- [Problem]
Word for word, set down every line of the entries below from the line with "protected option(key: string): string" to the line with "const route = this.lot?.route;", including both, and no other line.

- [Exercise materials]
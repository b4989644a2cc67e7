import { html, nothing } from 'lit';
import type { TemplateResult } from 'lit';
import { property } from 'lit/decorators.js';
import type { RouteName } from '../../chemistry/route-name.js';
import { chargedRoute } from '../../decision/route.js';
import { amountIn } from '../../exchange/amount.js';
import { showNumber } from '../../exchange/number-format.js';
import { Decimal } from '../../formula/decimal.js';
import type { Problem } from '../../formula/reading.js';
import { fill } from '../../locales/fill.js';
import { fieldLabel, fieldName } from '../../locales/quantity-name.js';
import { DEFAULT_FIGURES, DEFAULT_OPTIONS } from '../../lot/defaults.js';
import type { Figure } from '../../lot/figure.js';
import type { Notice } from '../../lot/lot-reading.js';
import { LotElement } from './base.js';
import { EsterwayEditEvent, EsterwayOpenEvent } from './events.js';
import { faultsBox } from './faults.js';
import type { FigureInputEvent } from './figure-field.js';
import { groupsFields } from './focus-order.js';
import type { OptionInputEvent } from './option-field.js';
import { sectionStyles } from './section-styles.js';
import { boxes, buttons, tokens } from './styles.js';

/** A section of the panel: a heading that folds it to one line, and what all sections write in the same way. */
export abstract class SectionElement extends LotElement {
  static override styles = [tokens, buttons, boxes, sectionStyles];

  /** Folded to its heading and a one-line summary. */
  @property({ type: Boolean, reflect: true }) folded = false;

  /** Without heading, inside another section. */
  @property({ type: Boolean, reflect: true }) bare = false;

  constructor() {
    super();
    groupsFields(this);
  }

  /** The heading's words. */
  protected abstract get heading(): string;
  /** What the section knows, on one line; nothing where it says no more than its heading. */
  protected get summary(): string {
    return '';
  }

  /** What is folded away. */
  protected abstract body(): unknown;

  protected override render(): unknown {
    // a document that cannot be read is for the section around it to say
    if (this.bare) return this.lot ? html`<div part="body">${this.body()}</div>` : nothing;
    const { reading } = this.desk;
    const faults = 'faults' in reading ? reading : undefined;
    return html`
      <div class="section" part="section" role="group" aria-labelledby="heading">
        <h2>
          <button class="fold" part="heading" type="button" aria-expanded=${this.folded ? 'false' : 'true'} aria-controls="body" @click=${this.onFold}>
            <span class="mark" aria-hidden="true">▾</span><b id="heading">${this.heading}</b>
            <span class="summary">${faults ? '' : this.summary}</span>
          </button>
        </h2>
        <div class="body" id="body" part="body" ?hidden=${this.folded}>${faults ? faultsBox(faults, this.texts) : this.body()}</div>
      </div>
    `;
  }

  private onFold(): void {
    this.folded = !this.folded;
  }

  // -- fields ---------------------------------------------------------------

  /** A field for a figure of the lot. */
  protected figureField(key: string, units: readonly string[], label = this.fieldLabel(key)): TemplateResult {
    const { entry } = this.desk;
    return html`<esterway-figure
      exportparts="line: field-line, input: field-input, problem"
      .label=${label}
      .figure=${entry.figures[key]}
      .standing=${this.standing(key)}
      .units=${units}
      .money=${this.desk.site.currency ?? ''}
      .problem=${this.problemAt(key)}
      @figure-input=${(event: FigureInputEvent) => this.edit({ kind: 'figure', key, figure: event.figure })}
    ></esterway-figure>`;
  }

  /** A field for an option of the lot. */
  protected optionField(key: string, wide = false): TemplateResult {
    return this.choiceField(key, this.option(key), wide, this.problemAt(key), (option) => this.edit({ kind: 'option', key, option }));
  }

  protected choiceField(key: string, option: string, wide: boolean, problem: string | undefined, choose: (option: string) => void): TemplateResult {
    return html`<esterway-option
      class=${wide ? 'wide' : ''}
      exportparts="line: field-line, input: field-input"
      .label=${(this.texts.choices as Readonly<Record<string, string>>)[key] ?? key}
      .options=${this.optionWords(key)}
      .value=${option}
      .problem=${problem}
      @option-input=${(event: OptionInputEvent) => choose(event.option)}
    ></esterway-option>`;
  }

  protected editSite(edit: ConstructorParameters<typeof EsterwayEditEvent>[0]): void {
    this.dispatchEvent(new EsterwayEditEvent(edit, true));
  }

  protected fieldLabel(key: string): string {
    return fieldLabel(key, this.texts);
  }

  protected optionWords(key: string): readonly (readonly [string, string])[] {
    const all = this.texts.options as Readonly<Record<string, Readonly<Record<string, string>>>>;
    return Object.entries(all[key] ?? all[key.replace('retest.', '')] ?? {});
  }

  /** The option in force: the lot's, else the site's, else the usual one. */
  protected option(key: string): string {
    const { entry, site } = this.desk;
    return entry.options[key] ?? site.options[key] ?? DEFAULT_OPTIONS[key] ?? '';
  }

  /** The words of an option, of the one in force when none is named. */
  protected optionText(key: string, option = this.option(key)): string {
    return this.optionWords(key).find(([value]) => value === option)?.[1] ?? option;
  }

  /** What stands while the lot does not say: the site's figure, else the usual one. */
  protected standing(key: string): Figure | undefined {
    return this.desk.site.figures[key] ?? DEFAULT_FIGURES[key];
  }

  /** The route that the lot is charged by, unless a person looks at the other. */
  protected get recommended(): RouteName {
    const route = this.lot?.route;
    return route ? chargedRoute(route) : 'direct';
  }

  // -- sentences ------------------------------------------------------------

  /** The problem that stands at a field, as a sentence. */
  protected problemAt(field: string): string | undefined {
    const problem = this.lot?.problems.find(({ quantity }) => quantity === field);
    return problem && this.problemText(problem);
  }

  protected problemText({ code, params }: Problem): string {
    const sentences = this.texts.problems as Readonly<Record<string, string>>;
    const bound = params?.['bound'];
    return fill(sentences[code] ?? this.texts.problems.other, {
      code, ...params, ...(bound !== undefined && { bound: this.number(roundText(bound)) }),
    });
  }

  /** The remarks that stand at some of the fields, as boxes. */
  protected noticesAt(at: (field: string) => boolean): readonly TemplateResult[] {
    const said = this.lot?.notices.filter(({ code, quantity }) => at(quantity) && !IN_PASSING.includes(code)) ?? [];
    return said.map((notice) => html`<p class="gate">${this.noticeText(notice)}</p>`);
  }

  protected noticeText({ code, params = {} }: Notice): string {
    const words = Object.entries(params).map(([name, value]) => [name, /^-?[\d.]+$/.test(value) ? this.number(roundText(value)) : value]);
    return fill(this.texts.notices[code], Object.fromEntries(words) as Record<string, string>);
  }

  /** The expanded uncertainty of a result, `± 0.4 mg/g`; undefined while it is not known. */
  protected plusMinus(key: string): string | undefined {
    const shown = this.lot?.uncertainties[key]?.shown;
    const unit = this.reading(key)?.unit;
    return shown === undefined ? undefined : fill(this.texts.result.plusMinus, { expanded: `${this.number(shown)}\u00a0${this.inMoney(unit ?? '')}`.trim() });
  }

  /** Why a figure is not known, as a sentence. */
  protected whyUnknown(key: string): string {
    const reading = this.reading(key);
    const { result } = this.texts;
    if (reading?.problem) return fill(result.blocked, { field: this.fieldLabelIn(reading.problem.quantity) });
    if (reading?.missing?.length) return fill(result.needs, { fields: this.fieldList(reading.missing) });
    return result.notKnown;
  }

  /** Fields in words, in the order they are typed, the run named once: `run 1: sample, start, end`. */
  private fieldList(fields: readonly string[]): string {
    const order = (field: string): number => ['sample', 'start', 'end'].indexOf(field.split('.').at(-1) ?? '');
    const names = [...fields].sort((a, b) => order(a) - order(b)).map((field) => this.fieldLabelIn(field));
    const group = (name: string | undefined): string => name?.match(/^.*: /)?.[0] ?? '';
    return names.map((name, i) => (group(name) && group(name) === group(names[i - 1]) ? name.slice(group(name).length) : name)).join(', ');
  }

  private fieldLabelIn(field: string): string {
    return fieldName(field, this.texts);
  }

  /** Canonical decimal text in the page's language. */
  protected number(text: string): string {
    return showNumber(text, this.languageTag);
  }

  // -- figures --------------------------------------------------------------

  /** A known amount as plain words, e.g. `172.8 kg`; undefined while it is not known. */
  protected amountWords(key: string): string | undefined {
    const reading = this.reading(key);
    if (reading?.value === undefined || reading.shown === undefined) return undefined;
    const { text, unit } = amountIn(reading.value, reading.shown, reading.unit, this.desk.units);
    return unit ? `${this.number(text)}\u00a0${this.inMoney(unit)}` : this.number(text);
  }

  /** Whether an amount is known and more than nothing. */
  protected aboveZero(key: string): boolean {
    return Number(this.reading(key)?.value ?? 0) > 0;
  }

  /** A figure that opens its working when pressed; a dash with the reason while it is not known. */
  protected figure(key: string, withUnit = true): TemplateResult {
    const reading = this.reading(key);
    if (reading?.value === undefined || reading.shown === undefined) {
      return html`<span class="figure quiet" title=${this.whyUnknown(key)}>–<span class="unseen">${this.whyUnknown(key)}</span></span>`;
    }
    const { text, unit } = amountIn(reading.value, reading.shown, reading.unit, this.desk.units);
    return html`<button class="open figure" part="figure" type="button" title=${this.texts.result.openWorking} @click=${() => this.open(key)}>${this.number(text)}${unit && withUnit ? html` <span class="unit">${this.inMoney(unit)}</span>` : nothing}</button>`;
  }

  protected open(key: string): void {
    this.dispatchEvent(new EsterwayOpenEvent(key));
  }
}

/** Remarks that a section makes in the line under its result. */
const IN_PASSING: readonly string[] = ['one-run', 'run-incomplete', 'target-not-reached'];

/** Bounds can be results with 34 digits; a sentence needs four. */
const roundText = (text: string): string => new Decimal(text).toSignificantDigits(4).toString();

- [Response area]
  protected option(key: string): string {
    const { entry, site } = this.desk;
    return entry.options[key] ?? site.options[key] ?? DEFAULT_OPTIONS[key] ?? '';
  }

  /** The words of an option, of the one in force when none is named. */
  protected optionText(key: string, option = this.option(key)): string {
    return this.optionWords(key).find(([value]) => value === option)?.[1] ?? option;
  }

  /** What stands while the lot does not say: the site's figure, else the usual one. */
  protected standing(key: string): Figure | undefined {
    return this.desk.site.figures[key] ?? DEFAULT_FIGURES[key];
  }

  /** The route that the lot is charged by, unless a person looks at the other. */
  protected get recommended(): RouteName {
    const route = this.lot?.route;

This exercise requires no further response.